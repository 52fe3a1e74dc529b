# Gives subsystems and plans stored before this version what the catalogue has added since, only adding,
# never removing: each subsystem gets any hazard of its kind it lacks (so its work orders print the cautions
# a new installation's would, e.g. a telescope that can move for the fans in the mirror cell), and each plan
# that is still one of its kind's catalogue plans (same name) gets any reading row of that plan it lacks
# (e.g. the encoder's read-head signal level). Runs once; a database with no such records is left alone.
from django.db import migrations


def add_catalogue_hazards_and_readings(apps, schema_editor):
    from observatory_ops.registry.catalogue import KINDS
    from observatory_ops.workorders.cautions import HAZARDS

    Subsystem = apps.get_model("registry", "Subsystem")
    ServicePlan = apps.get_model("planning", "ServicePlan")
    for subsystem in Subsystem.objects.all():
        kind = KINDS.get(subsystem.kind)
        if kind is None:
            continue
        hazards = set(subsystem.hazards) | set(kind.hazards)
        if hazards != set(subsystem.hazards):
            subsystem.hazards = [h for h in HAZARDS if h in hazards]
            subsystem.save(update_fields=["hazards"])
        templates = {t.name: t for t in kind.plans}
        for plan in ServicePlan.objects.filter(subsystem=subsystem, name__in=list(templates)):
            have = {entry.get("quantity") for entry in plan.readings}
            missing = [
                {"quantity": quantity, "limit": limit}
                for quantity, limit in templates[plan.name].readings if quantity not in have
            ]
            if missing:
                plan.readings = [*plan.readings, *missing]
                plan.save(update_fields=["readings"])


class Migration(migrations.Migration):
    dependencies = [
        ("planning", "0007_plan_step_groups"),
        ("registry", "0004_site_digest_sent_on"),
    ]

    operations = [migrations.RunPython(add_catalogue_hazards_and_readings, migrations.RunPython.noop)]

★ ★ ★ ★

▶ _WHAT YOU WILL DO_:
Show all lines from the entries that hold "import".

▶ _RESPONSE_:
from django.db import migrations
    from observatory_ops.registry.catalogue import KINDS
    from observatory_ops.workorders.cautions import HAZARDS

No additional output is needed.